GIVEN INFORMATION:
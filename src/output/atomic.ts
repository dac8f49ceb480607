import {
  closeSync,
  constants,
  fchmodSync,
  fchownSync,
  fsyncSync,
  openSync,
  renameSync,
  rmSync,
  type Stats,
  writeSync,
} from 'node:fs';
import { dirname, join } from 'node:path';

/**
 * The pieces of a safe write: short temporary names beside the destination, staging a file (written,
 * flushed, given the permissions of the file it replaces) and writing through to a device or FIFO.
 * The transaction (transaction.ts) puts them together; writeAtomic is a transaction of one file.
 */

/** Every temporary name starts so; the pid (base 36) tells a later run whether its writer still lives. */
export const TEMPORARY_PREFIX = '.qs-';

/** `.qs-<pid>-<tag>.<kind>`: at most ~25 bytes, whatever the length of the name it stands for. */
export const TEMPORARY_NAME = /^\.qs-([0-9a-z]+)-[0-9a-z]+\.(tmp|old|jnl|jtmp)$/;

/** A short unique name for a temporary file of `kind` in `folder`. */
export function temporaryPath(folder: string, kind: 'tmp' | 'old' | 'jnl' | 'jtmp'): string {
  // Math.random, since loading node:crypto would cost every run; 'wx' refuses a name that exists.
  const tag = Math.random().toString(36).slice(2, 10) || '0';
  return join(folder, `${TEMPORARY_PREFIX}${process.pid.toString(36)}-${tag}.${kind}`);
}

const bytesOf = (contents: string | Uint8Array) =>
  typeof contents === 'string' ? Buffer.from(contents, 'utf8') : contents;

function writeAll(fd: number, contents: string | Uint8Array): void {
  const bytes = bytesOf(contents);
  let offset = 0;
  while (offset < bytes.length) offset += writeSync(fd, bytes, offset, bytes.length - offset);
}

/**
 * Write `contents` to a new temporary file beside `target`, flushed to disk, with the mode (and,
 * where allowed, the owner) of `replaces`, the file it will replace. Returns its path; on failure
 * nothing is left and the error is thrown.
 */
export function stageFile(target: string, contents: string | Uint8Array, replaces?: Stats): string {
  const temporary = temporaryPath(dirname(target), 'tmp');
  let fd: number | undefined;
  try {
    fd = openSync(temporary, 'wx', 0o666);
    if (replaces !== undefined) {
      fchmodSync(fd, replaces.mode & 0o7777);
      try {
        fchownSync(fd, replaces.uid, replaces.gid);
      } catch {
        // Only the owner's group or root may give a file away; the mode is what matters.
      }
    }
    writeAll(fd, contents);
    fsyncSync(fd);
    closeSync(fd);
    fd = undefined;
    return temporary;
  } catch (error) {
    if (fd !== undefined) closeSync(fd);
    try {
      rmSync(temporary, { force: true });
    } catch {
      // A temporary name the file system refused (ENAMETOOLONG) was never made: nothing to remove.
    }
    // A failed write to the open file (ENOSPC, EIO) carries no path, a failed open (EROFS, EACCES)
    // the temporary name the user never gave: name the output it was for.
    const errno = error as NodeJS.ErrnoException;
    if (errno !== null && typeof errno === 'object' && errno.code !== undefined)
      if (errno.path === undefined || errno.path === temporary) errno.path = target;
    throw error;
  }
}

/**
 * Write into a character device or a FIFO that exists (/dev/null, a terminal, a named pipe), as
 * `>` in a shell would: opened and written, never renamed over. A FIFO nobody reads is refused
 * (ENXIO) rather than waited for.
 */
export function writeThrough(path: string, contents: string | Uint8Array, fifo: boolean): void {
  // The probe stays open until the real descriptor is, so that the reader never sees an end between.
  const probe = fifo ? openSync(path, constants.O_WRONLY | constants.O_NONBLOCK) : undefined;
  let fd: number | undefined;
  try {
    fd = openSync(path, constants.O_WRONLY | (fifo ? 0 : constants.O_TRUNC));
    if (probe !== undefined) closeSync(probe);
    writeAll(fd, contents);
  } finally {
    if (fd !== undefined) closeSync(fd);
    else if (probe !== undefined) closeSync(probe);
  }
}

/** Write `contents` to `path` atomically: a transaction of one file (see output-set.ts for checks). */
export function writeAtomic(path: string, contents: string | Uint8Array): void {
  const temporary = stageFile(path, contents);
  try {
    renameSync(temporary, path);
  } catch (error) {
    rmSync(temporary, { force: true });
    throw error;
  }
}
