/** Readers of quakesweep's text outputs for the format tests: CSV back to numbers, table alignment. */
import { parse } from 'csv-parse/sync';
import { expect } from 'vitest';
import { CAUTION } from '../../src/base/caution.js';
import { createRecord } from '../../src/record/record.js';

/** An invented record: a decaying 2 Hz sine of peak 0.3 g near its start, 3 s at 0.01 s. */
export function decayingSine(name = 'test motion (invented)', phase = 0) {
  return createRecord({
    name,
    dtS: 0.01,
    accelMS2: Float64Array.from(
      { length: 301 },
      (_, i) => 0.3 * 9.80665 * Math.exp(-i / 150) * Math.sin(2 * Math.PI * 2 * i * 0.01 + phase),
    ),
  });
}

/**
 * A CSV read back by csv-parse (an outside reader): the `#` notes, the header and the rows with
 * each cell as a number, or null for an empty cell.
 */
export function readCsv(text: string) {
  const lines = text.split('\n');
  expect(lines.at(-1)).toBe(''); // ends with a newline
  const notes = lines.filter((line) => line.startsWith('# ')).map((line) => line.slice(2));
  const data = lines.filter((line) => !line.startsWith('#')).join('\n');
  const [header, ...rows] = parse(data, { skip_empty_lines: true }) as string[][];
  for (const row of rows) expect(row).toHaveLength(header.length);
  return { notes, header, rows: rows.map((row) => row.map((cell) => (cell === '' ? null : Number(cell)))) };
}

/** The caution, whole, in the leading `prefix` lines of a text, and nowhere cut. */
export function expectCaution(text: string, prefix: '# ' | '! ') {
  const lines = text.split('\n');
  expect(lines[0].startsWith(`${prefix}Preliminary`)).toBe(true);
  const lead = lines.slice(
    0,
    lines.findIndex((line) => !line.startsWith(prefix)),
  );
  expect(lead.map((line) => line.slice(2)).join(' ')).toContain(CAUTION);
}

/** Where the cells of a line of right-aligned, space-separated cells end. */
function cellEnds(line: string): number[] {
  const ends: number[] = [];
  for (let i = 0; i < line.length; i++) if (line[i] !== ' ' && (line[i + 1] ?? ' ') === ' ') ends.push(i);
  return ends;
}

/**
 * A right-aligned table: every line as long as the heading, every row's cells (no spaces inside)
 * ending at the same columns, and each of those columns the end of a heading.
 */
export function expectAligned(heading: string, rows: readonly string[]) {
  expect(rows.length).toBeGreaterThan(0);
  const ends = cellEnds(rows[0]);
  for (const row of rows) {
    expect(row.length).toBe(heading.length);
    expect(cellEnds(row)).toEqual(ends);
  }
  for (const end of ends) expect(cellEnds(heading)).toContain(end);
}

/** The lines of a text from the one equal to `first`, up to the next blank or parenthesised line. */
export function block(text: string, first: string): string[] {
  const lines = text.split('\n');
  const start = lines.findIndex((line) => line.startsWith(first));
  expect(start).toBeGreaterThanOrEqual(0);
  const end = lines.findIndex((line, i) => i > start && (line === '' || line.startsWith('(')));
  return lines.slice(start, end);
}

ACTION ITEM: From the entries above, extract each line containing "written".

SOLUTION:
 * The pieces of a safe write: short temporary names beside the destination, staging a file (written,
 * `>` in a shell would: opened and written, never renamed over. A FIFO nobody reads is refused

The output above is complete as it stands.